# New Gaggia baby twin! No water coming out at all from Group head nor Wand.



## Chlippo (Jun 24, 2015)

I bought a New gaggia baby twin that I received today. Came with 3 filters, non pressurized. Two regulars and one for the pods.

I plugged the machine and waited a bit for it to warm up. I clicked the hot water button and turned the black knob to get some water thru the system. Surprise! Nothing came out at all. Tried to get some water flow thru the group head, also no water came out. Then I noticed some water under the machine! No leaks are showing from anywhere outside. Just at the bottom of the machine I am getting water leaking only when I try to use the machine. The pumps sound ok, so it;s working.

I don't know what's wrong, it's completely new. I don't want to mess with it so I am returning back tomorrow.

I wanted to share this problem, see if anyone faced it before or what might be the cause.

It feels like something is totally blocked, not even a single drip from group head or steam/hot water wand.

Any clues?


----------



## Jumbo Ratty (Jan 12, 2015)

did you read the instructions and follow the starting up procedure?

If its the same as a gaggia classic I had to do some convoluted procedure before I could make a coffee. It involved switching all the switches in some order which a cant remember and running water out of the steam wand. You was meant to do this if the machine had been inactive for any period of time also.

If you dont do this it wont work properly like how you are describing.


----------



## gaggiamanualservice.com (Dec 22, 2009)
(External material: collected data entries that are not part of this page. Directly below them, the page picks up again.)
import { describe, expect, it } from 'vitest';
import { PasswordReset } from '../../server/modules/auth/password-reset.entity';
import { User } from '../../server/modules/users/user.entity';
import { ApiClient, signedIn } from '../support/api-client';
import { makeUser } from '../support/factories';
import { useShopWorld, type ShopWorld } from './shop-world';
import { linkToken } from '../support/mail-links';

// Password reset end to end through the fake SMTP server, and changing a password while signed in.

let w: ShopWorld;
useShopWorld((world) => {
  w = world;
});

async function anon(): Promise<ApiClient> {
  const a = new ApiClient(w.ctx.app);
  await a.fetchCsrf();
  return a;
}

async function askReset(email: string): Promise<{ status: number; body: unknown }> {
  const res = await (await anon()).post('/api/auth/password-reset', { email });
  return { status: res.status, body: res.body };
}

describe('forgotten password', () => {
  it('answers the same whether or not the address has an account, and mails only an account', async () => {
    const user = await makeUser(w.ctx.orm, { name: 'Forgetful' });
    const arrived = w.fake.next();
    const known = await askReset(user.email);
    const mail = await arrived;
    const before = w.fake.received().length;
    const unknown = await askReset('nobody-here@person.test');
    expect(unknown).toEqual(known);
    expect(known.status).toBe(202);
    await new Promise((r) => setTimeout(r, 300));
    expect(w.fake.received().length).toBe(before);
    expect(mail.envelopeTo).toEqual([user.email]);
    expect(mail.kind).toBe('password-reset');
    // only the hash of the token is stored
    const token = linkToken(mail, 'reset-password');
    const rows = await w.ctx.orm.em.fork().find(PasswordReset, { user: user.id });
    expect(rows).toHaveLength(1);
    expect(rows[0].tokenHash).not.toContain(token);
    expect(rows[0].tokenHash).toMatch(/^[0-9a-f]{64}$/);
  });

  it('the link sets a new password once, ends every session of the account, and the old password stops working', async () => {
    const user = await makeUser(w.ctx.orm, { name: 'Two devices' });
    const laptop = await signedIn(w.ctx.app, user);
    const phone = await signedIn(w.ctx.app, user);
    const arrived = w.fake.next();
    await askReset(user.email);
    const token = linkToken(await arrived, 'reset-password');
    const guest = await anon();
    expect((await guest.post('/api/auth/password-reset/confirm', { token, password: 'short' })).status).toBe(400);
    await guest.post('/api/auth/password-reset/confirm', { token, password: 'a brand new secret' }).expect(204);
    expect((await laptop.get('/api/auth/me')).status).toBe(401);
    expect((await phone.get('/api/auth/me')).status).toBe(401);
    expect((await new ApiClient(w.ctx.app).signIn(user.email, user.password)).status).toBe(401);
    expect((await new ApiClient(w.ctx.app).signIn(user.email, 'a brand new secret')).status).toBe(200);
    const reuse = await guest.post('/api/auth/password-reset/confirm', { token, password: 'yet another secret' });
    expect(reuse.status).toBe(422);
    expect((await new ApiClient(w.ctx.app).signIn(user.email, 'a brand new secret')).status).toBe(200);
  });

  it('refuses an expired link and a made-up one', async () => {
    const user = await makeUser(w.ctx.orm, { name: 'Slow reader' });
    const arrived = w.fake.next();
    await askReset(user.email);
    const token = linkToken(await arrived, 'reset-password');
    await w.ctx.orm.em.fork().nativeUpdate(PasswordReset, { user: user.id }, { expiresAt: new Date(Date.now() - 1000) });
    const guest = await anon();
    expect((await guest.post('/api/auth/password-reset/confirm', { token, password: 'a brand new secret' })).status).toBe(422);
    expect((await guest.post('/api/auth/password-reset/confirm', { token: 'A'.repeat(43), password: 'a brand new secret' })).status).toBe(422);
    const stored = await w.ctx.orm.em.fork().findOneOrFail(User, { id: user.id });
    expect(stored.passwordHash).toBeTruthy();
    expect((await new ApiClient(w.ctx.app).signIn(user.email, user.password)).status).toBe(200);
  });
});

describe('changing the password', () => {
  it('needs the current password, keeps this session and ends the others', async () => {
    const user = await makeUser(w.ctx.orm, { name: 'Careful' });
    const here = await signedIn(w.ctx.app, user);
    const elsewhere = await signedIn(w.ctx.app, user);
    const wrong = await here.post('/api/auth/password', { currentPassword: 'not it at all', password: 'a fresh long secret' });
    expect(wrong.status).toBe(400);
    expect(wrong.body.error.fields.currentPassword).toBeTruthy();
    const ok = await here.post('/api/auth/password', { currentPassword: user.password, password: 'a fresh long secret' });
    expect(ok.status, JSON.stringify(ok.body)).toBe(200);
    here.csrf = ok.body.csrfToken;
    expect((await here.get('/api/auth/me')).status).toBe(200);
    expect((await elsewhere.get('/api/auth/me')).status).toBe(401);
    expect((await new ApiClient(w.ctx.app).signIn(user.email, 'a fresh long secret')).status).toBe(200);
    expect((await (await anon()).post('/api/auth/password', { currentPassword: 'x', password: 'a fresh long secret' })).status).toBe(401);
  });
});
from what you describe " water coming from inside" it is likely to be the pump valve, the end can snap off in transit if handled roughly, seen it hundreds of times


----------



## Chlippo (Jun 24, 2015)

Jumbo Ratty said:


> did you read the instructions and follow the starting up procedure?
> 
> If its the same as a gaggia classic I had to do some convoluted procedure before I could make a coffee. It involved switching all the switches in some order which a cant remember and running water out of the steam wand. You was meant to do this if the machine had been inactive for any period of time also.
> 
> If you dont do this it wont work properly like how you are describing.


the procedure in the manual is pretty much straight forward. It involves running water out of the steam wand, and the same goes for the group head. No special procedure that I noticed in the manual. But I will have a deep look again at the manual.


----------



## Chlippo (Jun 24, 2015)

gaggiamanualservice.com said:


> from what you describe " water coming from inside" it is likely to be the pump valve, the end can snap off in transit if handled roughly, seen it hundreds of times


Possible. The water leaks from the bottom of the machine (when I turn hot water/steam/ or espresso button on). At first sight you don't even notice any leaking becasue its directly under the machine.

I guess my only choice is to return it.

Thanks for your help


----------